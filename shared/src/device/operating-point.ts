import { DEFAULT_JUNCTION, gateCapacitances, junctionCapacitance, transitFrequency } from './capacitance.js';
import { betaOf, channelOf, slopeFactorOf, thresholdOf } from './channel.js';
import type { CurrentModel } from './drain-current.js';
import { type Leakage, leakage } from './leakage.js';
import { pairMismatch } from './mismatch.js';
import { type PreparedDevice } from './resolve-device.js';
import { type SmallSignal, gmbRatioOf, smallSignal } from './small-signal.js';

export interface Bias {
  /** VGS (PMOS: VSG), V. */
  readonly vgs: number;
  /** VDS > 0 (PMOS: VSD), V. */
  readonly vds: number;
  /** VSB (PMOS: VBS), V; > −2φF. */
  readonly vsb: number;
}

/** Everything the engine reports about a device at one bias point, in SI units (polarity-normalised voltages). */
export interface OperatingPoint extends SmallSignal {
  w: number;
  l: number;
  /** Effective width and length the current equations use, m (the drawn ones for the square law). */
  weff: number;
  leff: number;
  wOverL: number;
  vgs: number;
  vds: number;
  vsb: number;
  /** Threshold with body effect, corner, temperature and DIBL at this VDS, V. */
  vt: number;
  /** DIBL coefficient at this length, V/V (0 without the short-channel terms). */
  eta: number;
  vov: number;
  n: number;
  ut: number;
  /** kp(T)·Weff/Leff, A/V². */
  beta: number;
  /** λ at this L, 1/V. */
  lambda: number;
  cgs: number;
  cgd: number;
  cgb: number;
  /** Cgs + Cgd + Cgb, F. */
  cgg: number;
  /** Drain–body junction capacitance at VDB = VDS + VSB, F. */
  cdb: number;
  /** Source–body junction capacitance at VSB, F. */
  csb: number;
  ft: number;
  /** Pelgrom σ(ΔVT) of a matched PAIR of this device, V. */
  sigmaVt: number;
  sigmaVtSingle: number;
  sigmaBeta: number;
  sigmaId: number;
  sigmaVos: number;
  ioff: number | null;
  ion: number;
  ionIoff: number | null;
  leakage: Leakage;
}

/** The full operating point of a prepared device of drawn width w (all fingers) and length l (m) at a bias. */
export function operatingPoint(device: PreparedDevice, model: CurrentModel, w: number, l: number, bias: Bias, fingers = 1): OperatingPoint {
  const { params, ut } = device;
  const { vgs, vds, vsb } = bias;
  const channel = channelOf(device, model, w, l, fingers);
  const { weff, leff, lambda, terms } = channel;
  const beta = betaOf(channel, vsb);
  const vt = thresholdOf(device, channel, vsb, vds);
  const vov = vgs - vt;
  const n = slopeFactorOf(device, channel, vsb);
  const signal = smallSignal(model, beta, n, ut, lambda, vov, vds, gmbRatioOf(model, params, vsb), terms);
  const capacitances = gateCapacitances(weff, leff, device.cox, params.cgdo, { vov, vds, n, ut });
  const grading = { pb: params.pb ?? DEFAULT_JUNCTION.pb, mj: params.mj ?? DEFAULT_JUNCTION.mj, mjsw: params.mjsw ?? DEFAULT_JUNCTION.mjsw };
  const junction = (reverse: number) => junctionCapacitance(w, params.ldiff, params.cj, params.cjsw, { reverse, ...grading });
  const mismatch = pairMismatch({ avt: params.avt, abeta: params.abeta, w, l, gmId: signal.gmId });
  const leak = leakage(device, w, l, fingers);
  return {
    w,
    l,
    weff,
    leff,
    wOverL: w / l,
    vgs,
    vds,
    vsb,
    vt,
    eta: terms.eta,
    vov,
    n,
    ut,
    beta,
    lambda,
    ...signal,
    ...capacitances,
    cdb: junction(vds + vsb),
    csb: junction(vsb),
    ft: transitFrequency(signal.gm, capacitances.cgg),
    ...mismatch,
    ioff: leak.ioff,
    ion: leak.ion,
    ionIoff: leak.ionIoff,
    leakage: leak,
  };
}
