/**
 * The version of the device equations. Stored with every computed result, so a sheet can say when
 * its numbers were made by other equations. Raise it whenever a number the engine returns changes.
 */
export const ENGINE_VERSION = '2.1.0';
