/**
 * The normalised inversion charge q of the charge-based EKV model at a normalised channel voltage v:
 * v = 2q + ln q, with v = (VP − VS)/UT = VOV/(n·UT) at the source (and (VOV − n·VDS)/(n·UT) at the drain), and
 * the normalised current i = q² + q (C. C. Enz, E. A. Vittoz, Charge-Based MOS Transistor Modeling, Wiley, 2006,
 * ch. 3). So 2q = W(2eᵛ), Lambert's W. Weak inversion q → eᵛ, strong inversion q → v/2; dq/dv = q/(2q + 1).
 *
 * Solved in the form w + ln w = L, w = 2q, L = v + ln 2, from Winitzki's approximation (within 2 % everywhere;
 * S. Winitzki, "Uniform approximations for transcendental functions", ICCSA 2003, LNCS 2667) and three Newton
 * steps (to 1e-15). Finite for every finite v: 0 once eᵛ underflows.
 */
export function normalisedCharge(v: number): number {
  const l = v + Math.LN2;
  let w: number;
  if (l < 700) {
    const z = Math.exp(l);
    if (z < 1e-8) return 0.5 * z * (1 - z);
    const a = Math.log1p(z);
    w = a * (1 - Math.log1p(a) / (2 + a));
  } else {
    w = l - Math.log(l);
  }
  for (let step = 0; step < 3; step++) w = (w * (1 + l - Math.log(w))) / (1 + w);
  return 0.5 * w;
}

--

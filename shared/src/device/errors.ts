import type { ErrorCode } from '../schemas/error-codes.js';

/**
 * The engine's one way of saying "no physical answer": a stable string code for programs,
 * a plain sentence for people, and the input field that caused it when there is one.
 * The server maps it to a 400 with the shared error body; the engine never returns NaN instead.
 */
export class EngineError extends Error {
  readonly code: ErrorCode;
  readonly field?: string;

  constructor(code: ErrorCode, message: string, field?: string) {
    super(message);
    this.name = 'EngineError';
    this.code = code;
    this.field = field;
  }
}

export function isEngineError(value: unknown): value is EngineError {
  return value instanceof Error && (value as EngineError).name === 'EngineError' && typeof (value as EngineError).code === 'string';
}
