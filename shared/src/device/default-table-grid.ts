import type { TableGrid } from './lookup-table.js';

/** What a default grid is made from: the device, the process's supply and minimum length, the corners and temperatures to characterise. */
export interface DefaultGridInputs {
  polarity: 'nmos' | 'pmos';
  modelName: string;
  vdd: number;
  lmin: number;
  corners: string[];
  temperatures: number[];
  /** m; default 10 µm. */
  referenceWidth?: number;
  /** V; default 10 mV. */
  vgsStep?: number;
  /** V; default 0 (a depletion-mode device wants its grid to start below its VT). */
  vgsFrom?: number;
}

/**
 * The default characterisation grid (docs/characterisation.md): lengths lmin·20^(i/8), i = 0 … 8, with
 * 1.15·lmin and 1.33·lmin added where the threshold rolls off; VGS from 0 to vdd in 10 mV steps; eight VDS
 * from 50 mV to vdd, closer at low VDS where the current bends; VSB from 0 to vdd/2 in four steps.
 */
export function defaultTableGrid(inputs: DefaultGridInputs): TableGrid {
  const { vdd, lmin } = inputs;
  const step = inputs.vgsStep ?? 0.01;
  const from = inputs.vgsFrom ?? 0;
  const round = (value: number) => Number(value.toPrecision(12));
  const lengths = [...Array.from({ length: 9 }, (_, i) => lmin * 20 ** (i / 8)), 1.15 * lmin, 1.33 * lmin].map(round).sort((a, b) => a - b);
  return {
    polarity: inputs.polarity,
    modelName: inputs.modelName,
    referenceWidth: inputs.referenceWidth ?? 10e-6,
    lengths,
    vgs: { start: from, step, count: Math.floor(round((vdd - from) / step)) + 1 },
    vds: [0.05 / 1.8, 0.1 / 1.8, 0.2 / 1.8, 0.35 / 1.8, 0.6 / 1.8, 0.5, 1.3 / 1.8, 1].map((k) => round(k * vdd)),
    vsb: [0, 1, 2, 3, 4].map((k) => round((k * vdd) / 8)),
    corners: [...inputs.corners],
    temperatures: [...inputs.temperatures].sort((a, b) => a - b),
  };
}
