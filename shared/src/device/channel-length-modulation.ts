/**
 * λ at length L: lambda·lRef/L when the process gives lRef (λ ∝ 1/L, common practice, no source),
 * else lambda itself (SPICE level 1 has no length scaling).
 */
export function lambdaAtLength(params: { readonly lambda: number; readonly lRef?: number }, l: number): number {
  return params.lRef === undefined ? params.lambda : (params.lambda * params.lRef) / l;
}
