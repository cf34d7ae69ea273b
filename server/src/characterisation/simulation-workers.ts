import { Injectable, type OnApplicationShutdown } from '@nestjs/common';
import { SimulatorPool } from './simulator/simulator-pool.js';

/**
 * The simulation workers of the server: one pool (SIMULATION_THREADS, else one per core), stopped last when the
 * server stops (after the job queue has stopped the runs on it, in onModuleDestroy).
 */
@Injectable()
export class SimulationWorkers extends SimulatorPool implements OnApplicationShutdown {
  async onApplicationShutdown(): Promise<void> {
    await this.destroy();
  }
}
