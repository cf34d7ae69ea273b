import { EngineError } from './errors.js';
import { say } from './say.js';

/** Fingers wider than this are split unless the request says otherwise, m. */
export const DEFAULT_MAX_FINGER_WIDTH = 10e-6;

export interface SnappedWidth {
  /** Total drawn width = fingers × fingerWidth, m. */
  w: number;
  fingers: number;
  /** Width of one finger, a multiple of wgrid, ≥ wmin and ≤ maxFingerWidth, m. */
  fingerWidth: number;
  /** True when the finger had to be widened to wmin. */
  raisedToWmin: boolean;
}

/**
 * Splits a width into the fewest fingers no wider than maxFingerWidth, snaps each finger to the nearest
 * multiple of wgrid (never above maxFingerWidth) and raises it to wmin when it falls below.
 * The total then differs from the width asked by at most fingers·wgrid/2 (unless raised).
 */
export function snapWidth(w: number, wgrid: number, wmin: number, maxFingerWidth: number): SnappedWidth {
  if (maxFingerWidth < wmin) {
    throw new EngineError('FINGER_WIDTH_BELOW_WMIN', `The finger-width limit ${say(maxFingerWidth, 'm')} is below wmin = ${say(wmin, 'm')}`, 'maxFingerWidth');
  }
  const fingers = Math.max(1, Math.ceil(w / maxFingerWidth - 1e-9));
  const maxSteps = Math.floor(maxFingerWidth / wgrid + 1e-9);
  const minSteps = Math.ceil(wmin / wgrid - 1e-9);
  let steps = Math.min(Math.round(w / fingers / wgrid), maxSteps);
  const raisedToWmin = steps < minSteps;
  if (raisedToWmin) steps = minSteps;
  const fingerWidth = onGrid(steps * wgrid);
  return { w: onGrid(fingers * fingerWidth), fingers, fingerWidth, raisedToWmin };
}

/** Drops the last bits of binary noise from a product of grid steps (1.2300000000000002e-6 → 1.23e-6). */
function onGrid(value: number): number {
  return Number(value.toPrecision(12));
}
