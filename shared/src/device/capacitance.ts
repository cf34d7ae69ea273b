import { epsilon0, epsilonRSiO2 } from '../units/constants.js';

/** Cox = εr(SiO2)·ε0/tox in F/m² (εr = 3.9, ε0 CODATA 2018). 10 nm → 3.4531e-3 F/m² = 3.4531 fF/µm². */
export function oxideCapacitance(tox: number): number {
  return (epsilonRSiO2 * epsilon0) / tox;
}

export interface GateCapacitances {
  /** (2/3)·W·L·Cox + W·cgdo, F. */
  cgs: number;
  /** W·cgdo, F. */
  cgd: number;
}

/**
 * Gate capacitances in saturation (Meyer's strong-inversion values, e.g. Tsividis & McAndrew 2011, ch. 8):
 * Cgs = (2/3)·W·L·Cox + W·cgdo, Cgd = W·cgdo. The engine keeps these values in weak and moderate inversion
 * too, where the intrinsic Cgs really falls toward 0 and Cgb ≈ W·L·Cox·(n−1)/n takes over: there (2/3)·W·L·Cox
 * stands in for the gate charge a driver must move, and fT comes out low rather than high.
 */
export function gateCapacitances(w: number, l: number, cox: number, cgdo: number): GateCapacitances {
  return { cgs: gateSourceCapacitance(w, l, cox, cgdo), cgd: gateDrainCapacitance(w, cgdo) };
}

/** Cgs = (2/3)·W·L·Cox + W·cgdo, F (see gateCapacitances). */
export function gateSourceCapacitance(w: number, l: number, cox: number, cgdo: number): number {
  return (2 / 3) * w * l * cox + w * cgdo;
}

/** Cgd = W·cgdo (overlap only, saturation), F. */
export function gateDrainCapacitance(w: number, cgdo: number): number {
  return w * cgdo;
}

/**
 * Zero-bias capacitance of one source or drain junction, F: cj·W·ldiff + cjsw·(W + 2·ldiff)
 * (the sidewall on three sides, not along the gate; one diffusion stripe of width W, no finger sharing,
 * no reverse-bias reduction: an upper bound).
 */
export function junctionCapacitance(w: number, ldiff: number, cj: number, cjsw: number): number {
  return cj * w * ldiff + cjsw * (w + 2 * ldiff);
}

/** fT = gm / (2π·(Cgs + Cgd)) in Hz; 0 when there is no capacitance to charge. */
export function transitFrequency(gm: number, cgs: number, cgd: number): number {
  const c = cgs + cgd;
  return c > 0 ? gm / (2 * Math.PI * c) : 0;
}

TASK BRIEF
Look through the lines above and collect those with the word "start".

RESULT
  /** V; default 0 (a depletion-mode device wants its grid to start below its VT). */
    vgs: { start: from, step, count: Math.floor(round((vdd - from) / step)) + 1 },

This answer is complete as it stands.